**What this task involves**. Using the listing below, set down exactly the lines starting at the line that contains "string[]): Promise<[string, string" and ending at the line that contains "key of unit", both included, and no others.

**Material to process**.
• • • • • • •
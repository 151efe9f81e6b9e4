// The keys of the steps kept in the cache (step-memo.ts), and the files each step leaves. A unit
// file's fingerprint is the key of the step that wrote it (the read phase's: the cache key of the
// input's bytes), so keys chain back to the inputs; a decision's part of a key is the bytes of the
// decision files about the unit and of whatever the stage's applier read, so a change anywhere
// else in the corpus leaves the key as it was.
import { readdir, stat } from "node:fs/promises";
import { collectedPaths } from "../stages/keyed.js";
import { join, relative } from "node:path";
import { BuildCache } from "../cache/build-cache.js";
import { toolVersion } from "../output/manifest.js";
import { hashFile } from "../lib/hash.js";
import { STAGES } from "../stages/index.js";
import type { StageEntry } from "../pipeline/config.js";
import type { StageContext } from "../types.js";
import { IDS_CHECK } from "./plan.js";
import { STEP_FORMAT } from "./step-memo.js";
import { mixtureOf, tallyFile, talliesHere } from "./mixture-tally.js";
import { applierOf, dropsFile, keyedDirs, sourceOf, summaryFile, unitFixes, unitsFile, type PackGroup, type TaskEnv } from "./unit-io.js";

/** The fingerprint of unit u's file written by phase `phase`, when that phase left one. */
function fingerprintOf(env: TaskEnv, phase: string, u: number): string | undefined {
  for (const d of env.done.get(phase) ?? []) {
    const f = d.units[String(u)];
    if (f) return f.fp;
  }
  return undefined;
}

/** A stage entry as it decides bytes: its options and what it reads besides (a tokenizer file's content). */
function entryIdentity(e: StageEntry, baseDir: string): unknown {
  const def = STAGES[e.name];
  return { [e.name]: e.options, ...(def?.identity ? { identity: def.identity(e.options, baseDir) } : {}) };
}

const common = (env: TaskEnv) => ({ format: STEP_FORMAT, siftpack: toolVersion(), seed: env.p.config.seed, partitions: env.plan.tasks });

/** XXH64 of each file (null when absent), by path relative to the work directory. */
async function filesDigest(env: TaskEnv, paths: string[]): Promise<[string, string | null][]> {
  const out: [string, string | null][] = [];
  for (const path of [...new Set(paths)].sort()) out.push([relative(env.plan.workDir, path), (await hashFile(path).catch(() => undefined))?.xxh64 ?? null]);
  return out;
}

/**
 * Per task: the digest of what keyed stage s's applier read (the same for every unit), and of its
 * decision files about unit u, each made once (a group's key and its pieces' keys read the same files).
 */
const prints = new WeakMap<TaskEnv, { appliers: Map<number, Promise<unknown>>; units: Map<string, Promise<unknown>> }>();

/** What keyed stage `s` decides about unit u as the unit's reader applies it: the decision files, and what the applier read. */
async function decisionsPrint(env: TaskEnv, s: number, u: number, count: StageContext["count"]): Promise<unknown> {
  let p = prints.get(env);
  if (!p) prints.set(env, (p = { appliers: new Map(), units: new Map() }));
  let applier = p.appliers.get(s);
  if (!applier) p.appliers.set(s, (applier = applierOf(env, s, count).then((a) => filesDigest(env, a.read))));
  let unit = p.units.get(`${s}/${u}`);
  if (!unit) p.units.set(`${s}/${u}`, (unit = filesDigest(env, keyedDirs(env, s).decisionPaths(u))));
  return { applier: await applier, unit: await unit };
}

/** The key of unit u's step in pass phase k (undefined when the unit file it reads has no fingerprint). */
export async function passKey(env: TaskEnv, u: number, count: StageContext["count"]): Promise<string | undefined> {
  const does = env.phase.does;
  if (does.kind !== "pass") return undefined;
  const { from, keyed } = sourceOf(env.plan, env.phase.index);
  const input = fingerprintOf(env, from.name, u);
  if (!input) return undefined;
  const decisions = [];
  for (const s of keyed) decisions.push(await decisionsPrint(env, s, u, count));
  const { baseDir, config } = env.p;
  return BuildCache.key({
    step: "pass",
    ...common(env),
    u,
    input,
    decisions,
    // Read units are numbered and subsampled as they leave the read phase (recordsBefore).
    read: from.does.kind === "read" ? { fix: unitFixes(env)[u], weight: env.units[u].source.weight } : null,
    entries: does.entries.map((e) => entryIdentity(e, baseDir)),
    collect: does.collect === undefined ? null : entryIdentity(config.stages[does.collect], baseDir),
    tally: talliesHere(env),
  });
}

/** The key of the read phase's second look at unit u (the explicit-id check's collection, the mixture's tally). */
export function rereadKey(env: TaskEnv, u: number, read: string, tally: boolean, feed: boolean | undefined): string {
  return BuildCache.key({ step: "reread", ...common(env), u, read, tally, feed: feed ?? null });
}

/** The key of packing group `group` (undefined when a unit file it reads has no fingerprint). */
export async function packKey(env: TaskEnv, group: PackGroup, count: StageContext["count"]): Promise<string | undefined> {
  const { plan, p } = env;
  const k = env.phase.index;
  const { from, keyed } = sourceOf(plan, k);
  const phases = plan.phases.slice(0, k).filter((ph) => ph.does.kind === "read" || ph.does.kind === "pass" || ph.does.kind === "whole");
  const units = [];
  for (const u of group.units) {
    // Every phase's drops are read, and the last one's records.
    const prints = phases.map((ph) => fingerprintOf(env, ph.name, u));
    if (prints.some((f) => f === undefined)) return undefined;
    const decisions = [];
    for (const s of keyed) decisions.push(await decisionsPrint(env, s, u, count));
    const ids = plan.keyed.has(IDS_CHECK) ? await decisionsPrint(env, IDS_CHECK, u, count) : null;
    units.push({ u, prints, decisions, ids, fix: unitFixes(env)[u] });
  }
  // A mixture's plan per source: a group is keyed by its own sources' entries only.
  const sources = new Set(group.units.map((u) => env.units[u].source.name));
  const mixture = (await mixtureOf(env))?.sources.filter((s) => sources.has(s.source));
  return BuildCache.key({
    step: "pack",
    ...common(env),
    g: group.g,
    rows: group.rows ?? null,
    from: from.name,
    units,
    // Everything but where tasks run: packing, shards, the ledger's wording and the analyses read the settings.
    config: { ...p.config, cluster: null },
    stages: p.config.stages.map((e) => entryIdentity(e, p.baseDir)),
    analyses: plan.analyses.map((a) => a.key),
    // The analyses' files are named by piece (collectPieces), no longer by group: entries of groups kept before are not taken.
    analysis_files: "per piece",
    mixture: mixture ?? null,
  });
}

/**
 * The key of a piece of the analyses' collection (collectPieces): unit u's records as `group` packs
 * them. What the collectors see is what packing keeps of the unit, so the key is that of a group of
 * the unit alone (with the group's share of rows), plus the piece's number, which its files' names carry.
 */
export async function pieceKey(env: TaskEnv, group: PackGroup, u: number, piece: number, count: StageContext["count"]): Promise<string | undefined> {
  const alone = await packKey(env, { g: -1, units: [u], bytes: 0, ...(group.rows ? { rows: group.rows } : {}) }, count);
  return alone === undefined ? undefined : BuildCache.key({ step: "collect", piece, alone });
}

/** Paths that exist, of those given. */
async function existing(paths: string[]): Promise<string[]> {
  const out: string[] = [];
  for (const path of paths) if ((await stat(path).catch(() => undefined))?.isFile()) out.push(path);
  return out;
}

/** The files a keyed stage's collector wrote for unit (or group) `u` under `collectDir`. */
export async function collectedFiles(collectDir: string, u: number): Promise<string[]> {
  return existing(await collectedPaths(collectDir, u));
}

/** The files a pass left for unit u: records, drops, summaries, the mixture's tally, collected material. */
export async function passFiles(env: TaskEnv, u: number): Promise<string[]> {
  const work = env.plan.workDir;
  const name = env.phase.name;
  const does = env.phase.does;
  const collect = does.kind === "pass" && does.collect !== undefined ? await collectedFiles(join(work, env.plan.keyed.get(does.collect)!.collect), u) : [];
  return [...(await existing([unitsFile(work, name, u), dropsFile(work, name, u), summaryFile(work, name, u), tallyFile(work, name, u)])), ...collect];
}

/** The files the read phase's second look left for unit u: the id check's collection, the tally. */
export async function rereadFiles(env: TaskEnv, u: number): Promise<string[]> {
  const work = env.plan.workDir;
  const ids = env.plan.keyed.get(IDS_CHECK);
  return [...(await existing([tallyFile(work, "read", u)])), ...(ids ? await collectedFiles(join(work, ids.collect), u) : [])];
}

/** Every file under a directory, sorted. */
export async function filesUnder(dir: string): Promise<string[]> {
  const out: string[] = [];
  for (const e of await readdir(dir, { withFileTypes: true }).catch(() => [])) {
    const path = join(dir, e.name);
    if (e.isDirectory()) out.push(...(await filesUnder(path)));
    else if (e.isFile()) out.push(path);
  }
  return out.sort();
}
• • • • • • •
**Solution for this task**.
async function filesDigest(env: TaskEnv, paths: string[]): Promise<[string, string | null][]> {
  const out: [string, string | null][] = [];
  for (const path of [...new Set(paths)].sort()) out.push([relative(env.plan.workDir, path), (await hashFile(path).catch(() => undefined))?.xxh64 ?? null]);
  return out;
}

/**
 * Per task: the digest of what keyed stage s's applier read (the same for every unit), and of its
 * decision files about unit u, each made once (a group's key and its pieces' keys read the same files).
 */
const prints = new WeakMap<TaskEnv, { appliers: Map<number, Promise<unknown>>; units: Map<string, Promise<unknown>> }>();

/** What keyed stage `s` decides about unit u as the unit's reader applies it: the decision files, and what the applier read. */
async function decisionsPrint(env: TaskEnv, s: number, u: number, count: StageContext["count"]): Promise<unknown> {
  let p = prints.get(env);
  if (!p) prints.set(env, (p = { appliers: new Map(), units: new Map() }));
  let applier = p.appliers.get(s);
  if (!applier) p.appliers.set(s, (applier = applierOf(env, s, count).then((a) => filesDigest(env, a.read))));
  let unit = p.units.get(`${s}/${u}`);
  if (!unit) p.units.set(`${s}/${u}`, (unit = filesDigest(env, keyedDirs(env, s).decisionPaths(u))));
  return { applier: await applier, unit: await unit };
}

/** The key of unit u's step in pass phase k (undefined when the unit file it reads has no fingerprint). */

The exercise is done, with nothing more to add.